Zwart gat
Dit is een term uit de astronomie. Men duidt er een hypothetisch voorwerp in het heelal mee aan dat, hoewel het slechts een doorsnede van enkele kilometers hoeft te bezitten, zó zwaar is dat het een enorme aantrekkingskracht (zwaartekracht) uitoefent. Alles wat binnen het bereik van die zwaartekracht komt, zelfs licht, wordt in het zwarte gat gezogen en kan er nooit meer uit ontsnappen (vandaar ook dat het gat zwárt is: het zendt geen licht uit).

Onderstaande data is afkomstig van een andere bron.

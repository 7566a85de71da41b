//! The QEMU self-test: every documented console session (docs/PROTOCOL.md) runs on the
//! target through the console's byte intake, replies go out on UART0 and are compared
//! with the documented lines; exit status 0 (semihosting) when all match, 1 otherwise.
//! Also prints the deepest stack use over the sweep and the static RAM.
#![no_std]
#![no_main]

use cortex_m_rt::entry;
use matterwave_firmware::{fail, pass, stack, sweep, Uart};

#[entry]
fn main() -> ! {
    let mut uart = Uart::uart0();
    uart.puts("selftest: docs/PROTOCOL.md sessions on the target (");
    uart.puts(if cfg!(feature = "fast-math") {
        "fast-math: line shapes compared"
    } else {
        "libm: lines compared byte for byte"
    });
    uart.puts(")\n");
    stack::paint();
    let sp = stack::sp();
    let r = sweep::run(&mut uart, true);
    let depth = stack::used_below(sp);
    uart.puts("selftest: blocks=");
    uart.put_u32(r.blocks);
    uart.puts(" requests=");
    uart.put_u32(r.requests);
    uart.puts(" lines=");
    uart.put_u32(r.lines);
    uart.puts(" mismatches=");
    uart.put_u32(r.mismatches);
    uart.puts(" stack_bytes=");
    uart.put_u32(depth as u32);
    uart.puts(" static_ram_bytes=");
    uart.put_u32(stack::static_ram() as u32);
    uart.puts("\n");
    if r.blocks < 10 || r.requests < 30 {
        fail("selftest: too few documented sessions found");
    }
    if r.mismatches != 0 {
        fail("selftest: replies differ from docs/PROTOCOL.md");
    }
    uart.puts("selftest: PASS\n");
    pass()
}
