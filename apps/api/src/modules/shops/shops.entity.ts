import { EntitySchema } from 'typeorm';
import type { ShopRole } from '@tappet/contracts';

/** Billing states a shop moves through (Stripe webhooks drive them later). */
export type BillingState = 'trial' | 'active' | 'past_due' | 'suspended' | 'cancelled';

/** A tenant: one restoration shop. */
export interface Shop {
  id: string;
  name: string;
  slug: string;
  billingState: BillingState;
  createdAt: Date;
}

export const ShopEntity = new EntitySchema<Shop>({
  name: 'Shop',
  tableName: 'shops',
  columns: {
    id: { type: 'varchar', length: 36, primary: true },
    name: { type: 'varchar', length: 200 },
    slug: { type: 'varchar', length: 100, unique: true },
    billingState: { type: 'varchar', length: 20, name: 'billing_state', default: 'trial' },
    createdAt: { type: 'datetime', name: 'created_at' },
  },
});

/** A person's standing in one shop. Shop-owned: carries `shopId`. */
export interface Membership {
  id: string;
  shopId: string;
  userId: string;
  role: ShopRole;
  /** Purchase orders up to this total (minor units) need no approval; null = none set. */
  spendingLimitMinor: number | null;
  isActive: boolean;
  createdAt: Date;
}

export const MembershipEntity = new EntitySchema<Membership>({
  name: 'Membership',
  tableName: 'memberships',
  columns: {
    id: { type: 'varchar', length: 36, primary: true },
    shopId: { type: 'varchar', length: 36, name: 'shop_id' },
    userId: { type: 'varchar', length: 36, name: 'user_id' },
    role: { type: 'varchar', length: 20 },
    spendingLimitMinor: { type: 'integer', name: 'spending_limit_minor', nullable: true },
    isActive: { type: 'boolean', name: 'is_active', default: true },
    createdAt: { type: 'datetime', name: 'created_at' },
  },
});

/** Billing states in which a shop is read-only (nothing is deleted for non-payment). */
export const readOnlyBillingStates: BillingState[] = ['suspended', 'cancelled'];
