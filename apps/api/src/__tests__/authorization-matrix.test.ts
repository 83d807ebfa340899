// The authorisation matrix: every API route, as data, with who may call it. Shop routes take
// their expectation from libs/permissions (the one definition of roles), so this checks the API
// against it; a route mounted without an entry here fails the last test.
import { randomUUID } from 'node:crypto';
import request from 'supertest';
import type { Test } from 'supertest';
import type TestAgent from 'supertest/lib/agent';
import { afterAll, beforeAll, describe, expect, it } from 'vitest';
import { defineAbilityFor, subjectOf, type Action, type AppAbility, type SubjectName } from '@tappet/permissions';
import type { ShopRole } from '@tappet/contracts';
import { mountedApiRoutes } from '../test-support/mounted-routes';
import { createTestContext, csrf, seedShop, signedInAgent, type TestContext } from '../test-support/test-app';
import { createShopWithUsers } from '../modules/test-support/test-support.service';

type Persona = 'anonymous' | ShopRole | 'outsider' | 'platformAdmin';
const personas: Persona[] = ['anonymous', 'owner', 'mechanic', 'buyer', 'viewer', 'outsider', 'platformAdmin'];

interface World {
  shopId: string;
  /** Sign-in of each persona. */
  people: Record<Exclude<Persona, 'anonymous'>, { email: string; password: string }>;
}

type Access =
  /** Anyone, signed in or not; `status` is the answer to the sample request. */
  | { kind: 'public'; status: number }
  /** Any signed-in person. */
  | { kind: 'signed-in'; status: number }
  /** Members of the shop in the request; others get 404. */
  | { kind: 'member'; status: number }
  /** Members whose ability allows `action` on `subject`; other members 403, non-members 404. */
  | { kind: 'ability'; action: Action; subject: SubjectName; status: number };

interface Entry {
  access: Access;
  call(agent: TestAgent<Test> | ReturnType<typeof request>, world: World): Test;
}

const matrix: Record<string, Entry> = {
  'GET /api/health': { access: { kind: 'public', status: 200 }, call: (a) => a.get('/api/health') },
  'GET /api/openapi.json': { access: { kind: 'public', status: 200 }, call: (a) => a.get('/api/openapi.json') },
  'POST /api/auth/sign-in': { access: { kind: 'public', status: 200 }, call: (a, w) => a.post('/api/auth/sign-in').set(csrf).send(w.people.viewer) },
  'POST /api/auth/password-reset/request': { access: { kind: 'public', status: 200 }, call: (a) => a.post('/api/auth/password-reset/request').set(csrf).send({ email: `nobody-${randomUUID()}@nowhere.test` }) },
  'POST /api/auth/password-reset/confirm': {
    // A made-up token: reachable by anyone, refused as invalid.
    access: { kind: 'public', status: 400 },
    call: (a) => a.post('/api/auth/password-reset/confirm').set(csrf).send({ token: 'x'.repeat(43), password: 'harbour lantern gearbox' }),
  },
  'POST /api/test-support/shops': { access: { kind: 'public', status: 201 }, call: (a) => a.post('/api/test-support/shops').set(csrf).send({ roles: [] }) },
  'POST /api/auth/sign-out': { access: { kind: 'signed-in', status: 200 }, call: (a) => a.post('/api/auth/sign-out').set(csrf) },
  'GET /api/me': { access: { kind: 'signed-in', status: 200 }, call: (a) => a.get('/api/me') },
  'GET /api/shops': { access: { kind: 'signed-in', status: 200 }, call: (a) => a.get('/api/shops') },
  'POST /api/me/active-shop': { access: { kind: 'member', status: 200 }, call: (a, w) => a.post('/api/me/active-shop').set(csrf).send({ shopId: w.shopId }) },
  'GET /api/shops/:shopId': { access: { kind: 'ability', action: 'read', subject: 'Shop', status: 200 }, call: (a, w) => a.get(`/api/shops/${w.shopId}`) },
  'PATCH /api/shops/:shopId': {
    access: { kind: 'ability', action: 'update', subject: 'Shop', status: 200 },
    call: (a, w) => a.patch(`/api/shops/${w.shopId}`).set(csrf).send({ name: 'Matrix Renamed Shop' }),
  },
};

function expectedStatus(access: Access, persona: Persona, world: World): number {
  if (access.kind === 'public') return access.status;
  if (persona === 'anonymous') return 401;
  if (access.kind === 'signed-in') return access.status;
  const role = persona === 'outsider' || persona === 'platformAdmin' ? null : persona;
  if (role === null) return 404;
  if (access.kind === 'member') return access.status;
  const ability: AppAbility = defineAbilityFor({ userId: 'u', isPlatformAdmin: false }, { shopId: world.shopId, role, spendingLimitMinor: null });
  return ability.can(access.action, subjectOf(access.subject, { shopId: world.shopId })) ? access.status : 403;
}

let ctx: TestContext;
let world: World;
beforeAll(async () => {
  ctx = await createTestContext();
  const shop = await seedShop(ctx);
  const other = await seedShop(ctx, ['owner']);
  const admin = await createShopWithUsers(ctx.db, ctx.clock, { roles: [], platformAdmin: true });
  const member = (role: ShopRole) => ({ email: shop.byRole[role].email, password: shop.password });
  world = {
    shopId: shop.shop.id,
    people: {
      owner: member('owner'),
      mechanic: member('mechanic'),
      buyer: member('buyer'),
      viewer: member('viewer'),
      outsider: { email: other.byRole.owner.email, password: other.password },
      platformAdmin: { email: admin.users[0]!.email, password: admin.password },
    },
  };
});
afterAll(() => ctx.close());

describe('authorisation matrix', () => {
  for (const [route, entry] of Object.entries(matrix)) {
    for (const persona of personas) {
      it(`${route} as ${persona}`, async () => {
        const agent = persona === 'anonymous' ? request(ctx.app) : await signedInAgent(ctx.app, world.people[persona].email, world.people[persona].password);
        const res = await entry.call(agent, world);
        expect(res.status, JSON.stringify(res.body)).toBe(expectedStatus(entry.access, persona, world));
      });
    }
  }

  it('has an entry for every mounted API route', () => {
    expect(Object.keys(matrix).sort()).toEqual(mountedApiRoutes(ctx.app));
  });
});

Deze term wordt steeds vaker gehoord, in allerlei verschillende contexten en betekenissen. Sommige zou je nog als redelijke metaforen kunnen beschouwen: ‘Al ons geld verdwijnt in een zwart gat’; ‘Na de dood van mijn man was het alsof ik in een zwart gat verdween.’ Erger wordt het wanneer mensen dingen gaan zeggen als: ‘De oorlog was voor hem één lang zwart gat.’ Een soortgelijk voorbeeld wordt geleverd door Renate Dorrestein in NRC Handelsblad van 24 april 1993, die vertelt dat het verleden jaar zó slecht met haar gezondheid ging dat ze soms ‘op de bodem van een zwart gat’ zat (een zwart gat hééft uiteraard geen bodem). Dit kan uitmonden in uitingen die voor een astronoom een verschrikking zijn, zoals ‘Daarna ben ik door een heel diep zwart gat gegaan’: nog afgezien van het feit dat zwarte gaten niet diep of ondiep kunnen zijn, is het natuurlijk per definitie onmogelijk om door een zwart gat heen te gaan; je kunt er alleen in vallen, maar je komt er nooit meer uit. Waarschijnlijk is dit een contaminatie van: door een hel gaan, in een (donker) gat vallen en een zwart gat.